START Raw data

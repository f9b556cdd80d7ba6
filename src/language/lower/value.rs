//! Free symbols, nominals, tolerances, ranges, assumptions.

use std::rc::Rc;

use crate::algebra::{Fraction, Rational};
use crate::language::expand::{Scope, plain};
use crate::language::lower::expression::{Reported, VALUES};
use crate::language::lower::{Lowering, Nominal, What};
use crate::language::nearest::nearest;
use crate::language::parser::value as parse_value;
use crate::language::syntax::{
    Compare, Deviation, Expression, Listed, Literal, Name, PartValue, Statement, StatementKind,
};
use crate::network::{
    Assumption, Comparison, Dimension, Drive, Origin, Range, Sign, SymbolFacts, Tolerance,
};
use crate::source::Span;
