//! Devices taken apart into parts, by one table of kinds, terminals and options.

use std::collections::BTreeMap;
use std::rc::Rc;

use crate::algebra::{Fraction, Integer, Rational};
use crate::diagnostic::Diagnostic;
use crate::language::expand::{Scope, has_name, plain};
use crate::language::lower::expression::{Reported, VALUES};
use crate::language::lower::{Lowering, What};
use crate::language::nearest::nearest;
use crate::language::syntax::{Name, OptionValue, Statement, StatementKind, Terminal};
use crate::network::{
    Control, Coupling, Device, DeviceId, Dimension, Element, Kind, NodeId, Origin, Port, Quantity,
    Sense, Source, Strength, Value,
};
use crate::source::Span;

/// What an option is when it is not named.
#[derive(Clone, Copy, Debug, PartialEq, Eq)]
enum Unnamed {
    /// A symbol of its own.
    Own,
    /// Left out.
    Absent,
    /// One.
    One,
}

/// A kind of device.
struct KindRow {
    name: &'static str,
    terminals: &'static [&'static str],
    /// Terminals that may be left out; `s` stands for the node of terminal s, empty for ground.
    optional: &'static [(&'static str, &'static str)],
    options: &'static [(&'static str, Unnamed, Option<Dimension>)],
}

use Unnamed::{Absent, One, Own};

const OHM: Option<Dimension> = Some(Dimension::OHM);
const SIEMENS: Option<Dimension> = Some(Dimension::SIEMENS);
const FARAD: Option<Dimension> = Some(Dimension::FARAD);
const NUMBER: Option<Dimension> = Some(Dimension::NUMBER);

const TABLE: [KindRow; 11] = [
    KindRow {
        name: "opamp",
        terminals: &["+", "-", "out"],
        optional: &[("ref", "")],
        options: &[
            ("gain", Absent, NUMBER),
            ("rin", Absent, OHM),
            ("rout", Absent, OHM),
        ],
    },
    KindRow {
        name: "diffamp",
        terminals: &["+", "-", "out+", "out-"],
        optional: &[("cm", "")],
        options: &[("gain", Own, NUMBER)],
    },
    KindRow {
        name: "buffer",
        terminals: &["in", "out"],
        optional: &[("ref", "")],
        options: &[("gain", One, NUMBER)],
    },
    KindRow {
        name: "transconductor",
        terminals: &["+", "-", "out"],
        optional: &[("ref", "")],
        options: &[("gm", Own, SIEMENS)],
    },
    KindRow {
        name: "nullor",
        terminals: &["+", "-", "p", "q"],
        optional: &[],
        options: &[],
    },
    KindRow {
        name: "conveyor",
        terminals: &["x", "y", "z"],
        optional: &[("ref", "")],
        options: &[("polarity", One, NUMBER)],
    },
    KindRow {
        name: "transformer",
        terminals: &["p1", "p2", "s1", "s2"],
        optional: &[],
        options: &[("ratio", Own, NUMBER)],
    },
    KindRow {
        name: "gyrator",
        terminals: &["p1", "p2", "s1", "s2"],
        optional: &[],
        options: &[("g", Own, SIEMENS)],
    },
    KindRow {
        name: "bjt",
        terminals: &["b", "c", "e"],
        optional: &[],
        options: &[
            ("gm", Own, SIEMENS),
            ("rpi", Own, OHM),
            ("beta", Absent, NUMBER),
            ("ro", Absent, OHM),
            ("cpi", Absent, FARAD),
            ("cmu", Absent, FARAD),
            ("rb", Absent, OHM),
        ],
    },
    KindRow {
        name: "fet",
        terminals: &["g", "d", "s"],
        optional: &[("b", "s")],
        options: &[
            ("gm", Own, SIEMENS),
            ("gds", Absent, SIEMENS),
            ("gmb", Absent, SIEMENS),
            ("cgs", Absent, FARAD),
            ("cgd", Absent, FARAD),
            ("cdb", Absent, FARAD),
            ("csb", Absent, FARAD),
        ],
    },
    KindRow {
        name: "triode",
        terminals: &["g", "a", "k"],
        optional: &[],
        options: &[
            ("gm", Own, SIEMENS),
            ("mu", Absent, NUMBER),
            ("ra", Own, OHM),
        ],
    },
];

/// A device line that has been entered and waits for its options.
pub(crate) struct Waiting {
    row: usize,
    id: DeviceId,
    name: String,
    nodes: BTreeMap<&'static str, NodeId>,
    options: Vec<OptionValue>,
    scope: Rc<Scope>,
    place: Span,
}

END Raw data
START Raw data

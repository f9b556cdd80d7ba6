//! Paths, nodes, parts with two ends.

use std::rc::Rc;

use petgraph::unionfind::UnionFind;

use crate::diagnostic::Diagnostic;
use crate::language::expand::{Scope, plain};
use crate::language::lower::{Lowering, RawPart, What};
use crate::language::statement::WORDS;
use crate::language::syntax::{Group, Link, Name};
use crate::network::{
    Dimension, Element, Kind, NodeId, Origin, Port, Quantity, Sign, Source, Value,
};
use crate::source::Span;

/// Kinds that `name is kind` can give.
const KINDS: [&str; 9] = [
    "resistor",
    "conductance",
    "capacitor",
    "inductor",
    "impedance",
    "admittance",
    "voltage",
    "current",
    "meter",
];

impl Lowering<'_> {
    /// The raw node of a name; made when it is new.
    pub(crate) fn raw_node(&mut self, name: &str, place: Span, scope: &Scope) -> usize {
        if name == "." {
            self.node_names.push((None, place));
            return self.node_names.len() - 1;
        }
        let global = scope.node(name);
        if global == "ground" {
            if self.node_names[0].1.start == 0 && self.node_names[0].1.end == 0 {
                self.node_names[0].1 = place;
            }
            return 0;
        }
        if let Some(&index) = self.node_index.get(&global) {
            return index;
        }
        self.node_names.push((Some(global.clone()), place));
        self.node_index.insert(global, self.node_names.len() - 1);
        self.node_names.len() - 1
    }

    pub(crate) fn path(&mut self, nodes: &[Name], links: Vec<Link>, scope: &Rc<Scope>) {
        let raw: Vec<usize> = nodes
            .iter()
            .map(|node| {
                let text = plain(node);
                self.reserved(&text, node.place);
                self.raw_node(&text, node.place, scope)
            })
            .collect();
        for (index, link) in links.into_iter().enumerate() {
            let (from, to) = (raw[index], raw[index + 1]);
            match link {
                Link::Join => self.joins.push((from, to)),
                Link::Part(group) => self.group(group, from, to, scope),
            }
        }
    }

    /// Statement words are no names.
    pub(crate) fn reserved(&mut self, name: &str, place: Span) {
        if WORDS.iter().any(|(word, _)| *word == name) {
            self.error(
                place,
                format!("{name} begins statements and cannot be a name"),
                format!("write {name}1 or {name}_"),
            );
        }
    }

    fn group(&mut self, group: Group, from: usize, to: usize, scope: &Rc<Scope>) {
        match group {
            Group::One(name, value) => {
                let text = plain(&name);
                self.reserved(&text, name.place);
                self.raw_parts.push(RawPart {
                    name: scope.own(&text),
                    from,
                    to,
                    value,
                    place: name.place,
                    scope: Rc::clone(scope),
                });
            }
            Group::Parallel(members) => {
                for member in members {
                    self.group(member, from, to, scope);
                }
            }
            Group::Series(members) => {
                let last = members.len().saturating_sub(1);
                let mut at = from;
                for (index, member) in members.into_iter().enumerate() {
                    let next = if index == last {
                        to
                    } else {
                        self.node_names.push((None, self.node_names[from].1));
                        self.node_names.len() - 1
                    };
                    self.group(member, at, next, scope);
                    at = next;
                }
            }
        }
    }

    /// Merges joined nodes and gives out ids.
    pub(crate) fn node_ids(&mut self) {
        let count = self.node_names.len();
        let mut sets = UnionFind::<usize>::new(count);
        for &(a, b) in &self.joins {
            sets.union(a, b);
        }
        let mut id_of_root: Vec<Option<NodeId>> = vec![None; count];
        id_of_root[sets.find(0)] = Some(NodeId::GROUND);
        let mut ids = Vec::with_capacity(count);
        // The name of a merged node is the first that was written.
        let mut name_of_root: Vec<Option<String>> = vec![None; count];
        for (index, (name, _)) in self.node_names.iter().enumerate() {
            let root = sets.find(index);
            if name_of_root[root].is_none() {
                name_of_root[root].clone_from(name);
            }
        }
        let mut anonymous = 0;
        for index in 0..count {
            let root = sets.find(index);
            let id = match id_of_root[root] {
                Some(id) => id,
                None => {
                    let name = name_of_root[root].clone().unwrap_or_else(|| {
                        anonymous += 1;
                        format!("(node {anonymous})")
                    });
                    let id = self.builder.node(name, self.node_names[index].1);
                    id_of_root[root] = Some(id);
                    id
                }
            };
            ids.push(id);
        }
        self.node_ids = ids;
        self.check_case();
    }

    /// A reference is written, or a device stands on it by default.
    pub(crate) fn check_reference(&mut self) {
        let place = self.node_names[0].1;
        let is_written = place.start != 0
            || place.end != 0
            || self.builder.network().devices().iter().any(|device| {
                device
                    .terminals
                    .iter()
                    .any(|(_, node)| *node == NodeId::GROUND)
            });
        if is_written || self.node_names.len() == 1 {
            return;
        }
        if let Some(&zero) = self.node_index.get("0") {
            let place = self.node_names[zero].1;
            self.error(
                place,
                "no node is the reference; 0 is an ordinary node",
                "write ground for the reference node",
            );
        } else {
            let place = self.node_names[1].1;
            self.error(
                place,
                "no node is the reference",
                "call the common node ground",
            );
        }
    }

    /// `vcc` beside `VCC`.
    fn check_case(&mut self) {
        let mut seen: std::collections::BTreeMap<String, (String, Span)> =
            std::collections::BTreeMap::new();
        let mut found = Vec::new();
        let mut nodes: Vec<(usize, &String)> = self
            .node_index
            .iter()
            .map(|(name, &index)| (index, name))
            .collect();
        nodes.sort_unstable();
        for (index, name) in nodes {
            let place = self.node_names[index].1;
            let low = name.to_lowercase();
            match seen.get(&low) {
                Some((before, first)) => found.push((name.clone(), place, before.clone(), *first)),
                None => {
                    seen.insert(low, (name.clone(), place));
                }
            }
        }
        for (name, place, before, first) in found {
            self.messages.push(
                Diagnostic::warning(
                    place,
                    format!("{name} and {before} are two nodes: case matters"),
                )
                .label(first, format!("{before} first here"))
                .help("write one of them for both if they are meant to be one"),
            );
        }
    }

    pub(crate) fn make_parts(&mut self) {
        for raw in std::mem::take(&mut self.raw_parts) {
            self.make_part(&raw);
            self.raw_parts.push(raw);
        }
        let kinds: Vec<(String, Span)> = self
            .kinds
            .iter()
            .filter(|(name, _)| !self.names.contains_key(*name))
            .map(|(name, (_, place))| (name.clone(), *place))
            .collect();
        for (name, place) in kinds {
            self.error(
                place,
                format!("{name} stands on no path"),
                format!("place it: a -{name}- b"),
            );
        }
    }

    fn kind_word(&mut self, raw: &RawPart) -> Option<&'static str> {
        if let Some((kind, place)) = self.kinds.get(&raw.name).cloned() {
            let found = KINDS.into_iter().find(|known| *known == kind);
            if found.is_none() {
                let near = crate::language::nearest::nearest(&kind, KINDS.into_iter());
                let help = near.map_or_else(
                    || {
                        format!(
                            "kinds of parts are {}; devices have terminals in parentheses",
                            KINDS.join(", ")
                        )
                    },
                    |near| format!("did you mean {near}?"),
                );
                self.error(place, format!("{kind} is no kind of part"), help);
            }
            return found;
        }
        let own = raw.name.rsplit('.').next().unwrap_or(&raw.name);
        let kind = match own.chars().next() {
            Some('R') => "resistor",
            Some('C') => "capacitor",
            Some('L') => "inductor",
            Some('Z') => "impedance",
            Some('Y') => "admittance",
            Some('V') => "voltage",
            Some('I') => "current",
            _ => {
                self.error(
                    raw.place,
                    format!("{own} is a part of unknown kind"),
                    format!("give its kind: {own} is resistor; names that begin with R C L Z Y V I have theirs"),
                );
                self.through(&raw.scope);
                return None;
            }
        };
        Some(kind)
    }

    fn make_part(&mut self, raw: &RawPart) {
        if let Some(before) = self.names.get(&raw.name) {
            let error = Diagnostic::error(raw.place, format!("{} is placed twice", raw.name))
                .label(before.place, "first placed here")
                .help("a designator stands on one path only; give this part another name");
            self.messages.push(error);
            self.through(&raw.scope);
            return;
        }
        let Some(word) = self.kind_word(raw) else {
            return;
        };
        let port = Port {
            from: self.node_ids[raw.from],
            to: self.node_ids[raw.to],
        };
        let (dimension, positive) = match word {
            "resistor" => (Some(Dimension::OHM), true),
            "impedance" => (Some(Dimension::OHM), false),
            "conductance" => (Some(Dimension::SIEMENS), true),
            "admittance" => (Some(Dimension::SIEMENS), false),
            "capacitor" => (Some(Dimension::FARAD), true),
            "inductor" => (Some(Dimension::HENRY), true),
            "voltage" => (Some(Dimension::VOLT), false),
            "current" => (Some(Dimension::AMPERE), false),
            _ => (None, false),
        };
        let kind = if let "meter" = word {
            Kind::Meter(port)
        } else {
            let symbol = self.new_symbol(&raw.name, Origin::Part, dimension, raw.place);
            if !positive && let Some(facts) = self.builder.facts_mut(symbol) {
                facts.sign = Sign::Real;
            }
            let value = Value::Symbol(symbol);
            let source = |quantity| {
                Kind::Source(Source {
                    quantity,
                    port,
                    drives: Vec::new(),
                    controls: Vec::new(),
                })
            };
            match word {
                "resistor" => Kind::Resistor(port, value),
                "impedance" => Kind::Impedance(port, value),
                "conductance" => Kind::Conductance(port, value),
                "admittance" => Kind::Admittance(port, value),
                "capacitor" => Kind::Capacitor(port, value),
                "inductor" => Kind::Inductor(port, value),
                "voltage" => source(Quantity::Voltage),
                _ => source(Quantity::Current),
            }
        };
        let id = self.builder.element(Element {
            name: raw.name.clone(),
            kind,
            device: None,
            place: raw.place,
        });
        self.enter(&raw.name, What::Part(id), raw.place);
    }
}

END Raw data

About this task => Report every line from the material above that mentions the word "when".

Result of the task =>
/// What an option is when it is not named.
    /// The raw node of a name; made when it is new.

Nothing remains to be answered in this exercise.